Right now, the answer seems to be the former. Sessions’ antipathy for a drug that has lost much of its stigma among a wide cross section of Americans has only galvanized disparate factions in Congress to protect an industry that is expected to generate $2.3 billion in state tax revenue by 2020.
Senator Pat Leahy of Vermont, who just a few weeks ago declined to comment to POLITICO Magazine about whether he would work to maintain protections for medical marijuana in the 2018 omnibus spending package, tweeted on Thursday, “I’m now fighting to include my amdt in the final omnibus Approps bill so we can protect patients and law-abiding businesses.”
Those law-abiding businesses are now fully engaged in this matter, and they aren’t just going to roll over and let Jeff Sessions shut them down.
“I expect any actions he and the Justice Department take against the industry will be met with significant pushback from states that are benefiting greatly from an economic and quality of life standpoint,” said Jeffrey Zucker, president of Green Lion Partners, a Denver firm that promotes marijuana businesses. “The cannabis industry will continue on regardless of this decision, and in the long run this should only be a roadblock.”
Leslie Bocskor, president of Electrum Partners, an asset-backed finance company invested in the marijuana market, expressed his displeasure with a wry dig at Sessions’ motives: “It is almost as if the rally in publicly traded stocks in the legal cannabis sector was too much for the AG to bear.”
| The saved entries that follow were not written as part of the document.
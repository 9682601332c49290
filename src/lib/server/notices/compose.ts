import { and, eq, isNull } from 'drizzle-orm';
import { can } from '../access/can';
import type { Membership } from '../access/membership';
import type { Queryable } from '../db';
import {
	dossierGuests,
	dossiers,
	issues,
	memberships,
	notices,
	organisations,
	reports,
	reviews,
	users
} from '../db/schema';
import {
	approvalVoidMail,
	reportIssuedMail,
	reviewApprovedMail,
	reviewAskedMail,
	reviewReturnedMail,
	type ReportFacts
} from '../mail/review-mails';
import type { Mail } from '../mail/transport';

export type Notice = typeof notices.$inferSelect;

/** The mail of a notice, or why there is none to send any more. */
export type Composed = { mail: Mail } | { problem: string };

interface About {
	report: ReportFacts;
	dossierId: string;
}

async function reportOf(notice: Notice, db: Queryable): Promise<About | undefined> {
	const [row] = await db
		.select({
			id: reports.id,
			number: reports.number,
			revision: reports.revision,
			title: reports.title,
			dossierId: reports.dossierId,
			organisation: organisations.name
		})
		.from(reports)
		.innerJoin(dossiers, eq(dossiers.id, reports.dossierId))
		.innerJoin(organisations, eq(organisations.id, reports.organisationId))
		.where(
			and(
				eq(reports.id, notice.subject.reportId),
				eq(reports.organisationId, notice.organisationId),
				isNull(reports.deletedAt),
				isNull(dossiers.deletedAt)
			)
		);
	if (row === undefined) return undefined;
	const { id, number, revision, title, dossierId, organisation } = row;
	const { organisationId } = notice;
	const report = { id, name: `${number}, revision ${revision}`, title, organisation, organisationId };
	return { report, dossierId };
}

/** What the person may see now, whatever they could when the notice was written. */
async function accessOf(
	notice: Notice,
	dossierId: string,
	db: Queryable
): Promise<'member' | 'guest' | null> {
	const { organisationId, userId } = notice;
	const [member] = await db
		.select({ roles: memberships.roles })
		.from(memberships)
		.where(and(eq(memberships.organisationId, organisationId), eq(memberships.userId, userId)));
	if (member !== undefined) {
		const membership: Membership = {
			organisationId,
			organisationName: '',
			userId,
			roles: member.roles,
			onlyDossiers: null
		};
		if (can(membership, notice.kind === 'review-asked' ? 'report.review' : 'report.read')) return 'member';
	}
	const guests = await db.$count(
		dossierGuests,
		and(eq(dossierGuests.dossierId, dossierId), eq(dossierGuests.userId, userId))
	);
	return guests > 0 ? 'guest' : null;
}

async function nameOf(id: string | null, db: Queryable): Promise<string> {
	const [row] = id === null ? [] : await db.select({ name: users.name }).from(users).where(eq(users.id, id));
	return row?.name ?? 'Somebody whose account is gone';
}

/** Writes the mail from what is true now. */
export async function composeNotice(notice: Notice, db: Queryable): Promise<Composed> {
	const about = await reportOf(notice, db);
	if (about === undefined) return { problem: 'The report is gone.' };
	const access = await accessOf(notice, about.dossierId, db);
	if (access === null) return { problem: 'The person has no access to the report any more.' };
	const [person] = await db
		.select({ name: users.name, email: users.email })
		.from(users)
		.where(eq(users.id, notice.userId));
	if (person === undefined) return { problem: 'The account is gone.' };
	const to = { name: person.name, email: person.email };
	const { report } = about;
	if (notice.kind === 'report-issued') {
		const [issue] = await db
			.select({ code: issues.code })
			.from(issues)
			.where(eq(issues.id, notice.subject.issueId ?? ''));
		return issue === undefined
			? { problem: 'The issue is gone.' }
			: { mail: reportIssuedMail(to, report, issue.code) };
	}
	const [round] = await db
		.select()
		.from(reviews)
		.where(eq(reviews.id, notice.subject.reviewId ?? ''));
	if (round === undefined) return { problem: 'The review is gone.' };
	if (notice.kind === 'review-asked') {
		// Taken back or decided before the mail could leave: nothing is left to ask for.
		if (round.state !== 'open') return { problem: 'The review was over before the mail could be sent.' };
		const asked = { by: await nameOf(round.sentBy, db), note: round.note, guest: access === 'guest' };
		return { mail: reviewAskedMail(to, report, asked) };
	}
	if (notice.kind === 'approval-void') {
		return {
			mail: approvalVoidMail(to, report, round.voidReason ?? 'Something that it covered was changed.')
		};
	}
	const decision = { by: await nameOf(round.decidedBy, db), statement: round.statement };
	return {
		mail:
			notice.kind === 'review-approved'
				? reviewApprovedMail(to, report, decision)
				: reviewReturnedMail(to, report, decision)
	};
}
The Cole Memo was never intended to be a permanent fix to the problem posed by the conflict between states that chose to legalize marijuana and existing federal prohibitions. Written by James M. Cole, an assistant deputy attorney general in 2013, the memo gave the nation’s 93 U.S. Attorneys broad latitude to exercise prosecutorial discretion in states where marijuana had been legalized. (Mr. Cole, now in private practice, declined a request for comment for this story.) His memo was interpreted as a virtual hands-off rule, allowing medical and recreational marijuana programs to spread across the country at an unprecedented rate. Flimsy though it was, the Cole Memo nevertheless provided a measure of security for dispensary owners, growers and consumers and allowed investors to proceed with some confidence that their money was not going to be seized in a DEA sting.
The best protection that Congress had been able to provide was the Rohrabacher-Farr amendment, which was passed in 2014 attached to an appropriations bill. It barred the DOJ from spending funds to interfere with the implementation of medical marijuana laws. But since then, a total of eight states have now passed full recreational use laws, mostly recently California, whose law took effect January 1. Rohrabacher-Farr (now known as Rohrabacher-Blumenauer, in honor of Democratic Representative Earl Blumenauer of Oregon, who co-sponsored the amendment) expire on January 19 if it is not renewed and does nothing to help recreationally legal states, hence the eagerness of marijuana advocates to shore up the industry’s legal standing with new legislation and Pelosi’s stated desire to bake in those protections in the budget that’s currently being negotiated.